_Information_
##############################

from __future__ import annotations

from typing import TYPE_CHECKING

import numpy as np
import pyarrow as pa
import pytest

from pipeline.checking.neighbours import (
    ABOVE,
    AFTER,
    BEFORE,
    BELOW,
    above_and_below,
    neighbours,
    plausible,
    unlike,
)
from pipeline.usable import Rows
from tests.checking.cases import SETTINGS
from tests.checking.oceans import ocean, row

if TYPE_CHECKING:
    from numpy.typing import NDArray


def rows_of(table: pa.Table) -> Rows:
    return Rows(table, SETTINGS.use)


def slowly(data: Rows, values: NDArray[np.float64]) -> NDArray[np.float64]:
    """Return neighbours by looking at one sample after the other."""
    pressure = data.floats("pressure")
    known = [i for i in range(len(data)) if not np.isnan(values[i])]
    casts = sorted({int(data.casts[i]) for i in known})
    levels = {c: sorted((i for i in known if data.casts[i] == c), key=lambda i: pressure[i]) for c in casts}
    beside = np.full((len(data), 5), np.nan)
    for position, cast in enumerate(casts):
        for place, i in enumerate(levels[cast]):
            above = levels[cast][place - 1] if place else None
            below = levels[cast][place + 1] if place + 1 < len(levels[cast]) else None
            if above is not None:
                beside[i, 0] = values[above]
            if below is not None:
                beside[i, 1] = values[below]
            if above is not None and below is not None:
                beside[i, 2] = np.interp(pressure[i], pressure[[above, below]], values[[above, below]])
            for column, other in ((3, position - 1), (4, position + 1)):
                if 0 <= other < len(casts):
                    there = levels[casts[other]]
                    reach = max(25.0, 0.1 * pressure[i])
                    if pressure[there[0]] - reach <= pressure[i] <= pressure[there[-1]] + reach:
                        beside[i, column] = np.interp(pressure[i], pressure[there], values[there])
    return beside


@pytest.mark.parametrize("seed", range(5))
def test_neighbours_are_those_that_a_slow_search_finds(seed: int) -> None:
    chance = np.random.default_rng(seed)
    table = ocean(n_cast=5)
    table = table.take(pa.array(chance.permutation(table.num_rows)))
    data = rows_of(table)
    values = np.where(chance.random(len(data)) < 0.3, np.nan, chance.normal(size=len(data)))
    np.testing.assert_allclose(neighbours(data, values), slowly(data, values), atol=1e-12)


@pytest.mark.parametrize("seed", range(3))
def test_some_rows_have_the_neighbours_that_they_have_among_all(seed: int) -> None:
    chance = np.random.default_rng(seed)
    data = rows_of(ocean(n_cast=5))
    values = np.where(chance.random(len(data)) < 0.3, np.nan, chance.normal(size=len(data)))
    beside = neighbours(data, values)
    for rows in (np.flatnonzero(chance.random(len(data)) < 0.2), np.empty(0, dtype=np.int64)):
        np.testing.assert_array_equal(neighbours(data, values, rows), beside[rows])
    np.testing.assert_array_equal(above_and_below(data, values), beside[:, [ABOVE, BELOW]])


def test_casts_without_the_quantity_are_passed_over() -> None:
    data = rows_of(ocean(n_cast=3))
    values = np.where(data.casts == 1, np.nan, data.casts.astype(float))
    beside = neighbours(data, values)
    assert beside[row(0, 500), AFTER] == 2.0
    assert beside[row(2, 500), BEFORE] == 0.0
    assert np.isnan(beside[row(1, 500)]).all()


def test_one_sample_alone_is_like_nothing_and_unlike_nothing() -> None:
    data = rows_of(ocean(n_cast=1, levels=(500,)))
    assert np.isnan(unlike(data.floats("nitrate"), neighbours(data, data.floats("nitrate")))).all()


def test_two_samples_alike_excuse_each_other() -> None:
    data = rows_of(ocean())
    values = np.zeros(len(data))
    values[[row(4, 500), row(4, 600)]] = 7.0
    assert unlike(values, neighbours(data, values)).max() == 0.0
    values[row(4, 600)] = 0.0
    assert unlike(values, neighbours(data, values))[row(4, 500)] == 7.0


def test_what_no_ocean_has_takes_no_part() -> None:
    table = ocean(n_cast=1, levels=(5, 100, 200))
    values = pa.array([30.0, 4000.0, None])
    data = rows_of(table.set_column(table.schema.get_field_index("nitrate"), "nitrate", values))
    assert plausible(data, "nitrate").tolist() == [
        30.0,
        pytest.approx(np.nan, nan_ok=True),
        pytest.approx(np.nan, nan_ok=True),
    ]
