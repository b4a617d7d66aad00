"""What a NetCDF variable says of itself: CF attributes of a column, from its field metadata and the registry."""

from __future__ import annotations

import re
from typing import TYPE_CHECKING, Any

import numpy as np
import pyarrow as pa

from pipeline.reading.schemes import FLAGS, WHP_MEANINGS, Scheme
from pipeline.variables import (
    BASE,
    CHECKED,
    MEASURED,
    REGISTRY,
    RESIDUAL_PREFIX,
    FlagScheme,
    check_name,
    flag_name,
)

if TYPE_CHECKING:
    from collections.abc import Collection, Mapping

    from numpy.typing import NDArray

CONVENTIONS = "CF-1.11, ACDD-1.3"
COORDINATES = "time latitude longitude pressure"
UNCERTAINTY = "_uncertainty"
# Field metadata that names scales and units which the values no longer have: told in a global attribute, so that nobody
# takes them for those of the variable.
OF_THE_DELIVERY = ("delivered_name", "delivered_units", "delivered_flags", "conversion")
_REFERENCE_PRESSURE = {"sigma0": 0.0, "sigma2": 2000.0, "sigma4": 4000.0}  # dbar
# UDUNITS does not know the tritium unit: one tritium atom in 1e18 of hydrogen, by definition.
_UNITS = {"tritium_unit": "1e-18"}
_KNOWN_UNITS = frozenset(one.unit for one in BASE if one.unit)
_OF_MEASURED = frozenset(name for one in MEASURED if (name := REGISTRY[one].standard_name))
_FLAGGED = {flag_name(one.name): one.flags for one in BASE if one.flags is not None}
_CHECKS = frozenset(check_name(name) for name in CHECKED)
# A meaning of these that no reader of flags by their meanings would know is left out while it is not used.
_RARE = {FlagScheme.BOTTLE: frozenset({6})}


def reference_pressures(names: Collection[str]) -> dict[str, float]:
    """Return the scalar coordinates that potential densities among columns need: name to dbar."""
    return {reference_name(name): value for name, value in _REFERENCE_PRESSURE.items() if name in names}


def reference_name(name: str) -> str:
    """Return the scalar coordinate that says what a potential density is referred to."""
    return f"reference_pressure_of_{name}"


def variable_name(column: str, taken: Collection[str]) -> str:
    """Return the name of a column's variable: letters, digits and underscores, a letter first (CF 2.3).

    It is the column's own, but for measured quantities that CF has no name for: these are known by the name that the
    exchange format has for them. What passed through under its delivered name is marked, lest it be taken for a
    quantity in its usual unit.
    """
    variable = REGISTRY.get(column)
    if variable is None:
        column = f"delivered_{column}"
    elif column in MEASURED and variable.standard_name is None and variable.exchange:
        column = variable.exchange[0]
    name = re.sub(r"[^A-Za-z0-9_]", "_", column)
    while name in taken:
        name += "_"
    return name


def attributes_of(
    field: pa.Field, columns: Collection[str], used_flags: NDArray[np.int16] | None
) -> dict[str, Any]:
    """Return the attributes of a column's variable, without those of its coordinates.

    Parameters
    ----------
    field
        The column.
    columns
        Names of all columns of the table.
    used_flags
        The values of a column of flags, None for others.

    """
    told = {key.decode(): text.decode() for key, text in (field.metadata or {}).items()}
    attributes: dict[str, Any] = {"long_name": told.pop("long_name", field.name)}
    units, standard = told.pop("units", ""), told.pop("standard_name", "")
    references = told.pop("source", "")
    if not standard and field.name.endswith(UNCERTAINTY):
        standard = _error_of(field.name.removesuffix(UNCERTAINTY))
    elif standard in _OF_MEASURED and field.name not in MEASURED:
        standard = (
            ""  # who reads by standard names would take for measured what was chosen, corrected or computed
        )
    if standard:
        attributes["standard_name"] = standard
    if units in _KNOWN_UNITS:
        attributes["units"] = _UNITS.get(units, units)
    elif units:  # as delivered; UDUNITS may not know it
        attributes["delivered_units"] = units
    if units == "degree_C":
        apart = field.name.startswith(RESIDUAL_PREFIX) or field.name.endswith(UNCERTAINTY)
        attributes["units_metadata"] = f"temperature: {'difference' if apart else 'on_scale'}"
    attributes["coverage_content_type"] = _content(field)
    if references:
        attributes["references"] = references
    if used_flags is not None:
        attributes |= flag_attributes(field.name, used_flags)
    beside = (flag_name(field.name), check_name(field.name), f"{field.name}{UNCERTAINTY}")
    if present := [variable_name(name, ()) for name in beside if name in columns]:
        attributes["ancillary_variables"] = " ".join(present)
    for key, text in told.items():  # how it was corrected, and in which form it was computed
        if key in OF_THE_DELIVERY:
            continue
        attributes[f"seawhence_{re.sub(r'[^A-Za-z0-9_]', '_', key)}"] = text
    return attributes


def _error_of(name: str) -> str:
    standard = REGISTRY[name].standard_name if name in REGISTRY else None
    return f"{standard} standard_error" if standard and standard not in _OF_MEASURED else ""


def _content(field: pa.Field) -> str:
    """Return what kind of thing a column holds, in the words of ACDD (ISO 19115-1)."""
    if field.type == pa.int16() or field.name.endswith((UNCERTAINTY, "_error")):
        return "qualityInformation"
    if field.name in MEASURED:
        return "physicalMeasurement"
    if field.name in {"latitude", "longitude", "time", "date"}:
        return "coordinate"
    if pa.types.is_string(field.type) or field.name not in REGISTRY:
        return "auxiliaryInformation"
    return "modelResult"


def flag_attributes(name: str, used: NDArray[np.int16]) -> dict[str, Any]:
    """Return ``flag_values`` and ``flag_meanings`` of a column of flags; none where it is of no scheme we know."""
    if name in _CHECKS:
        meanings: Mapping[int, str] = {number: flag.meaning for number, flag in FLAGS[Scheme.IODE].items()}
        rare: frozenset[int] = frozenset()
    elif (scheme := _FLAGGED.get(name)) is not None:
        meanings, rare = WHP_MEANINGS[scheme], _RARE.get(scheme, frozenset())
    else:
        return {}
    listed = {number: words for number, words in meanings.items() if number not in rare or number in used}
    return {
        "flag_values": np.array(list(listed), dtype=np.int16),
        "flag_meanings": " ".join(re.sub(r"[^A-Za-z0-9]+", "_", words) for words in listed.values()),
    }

##############################

For the string "BEFORE", go through the entries above and copy each line where it occurs.

_Answer space_
    BEFORE,
    assert beside[row(2, 500), BEFORE] == 0.0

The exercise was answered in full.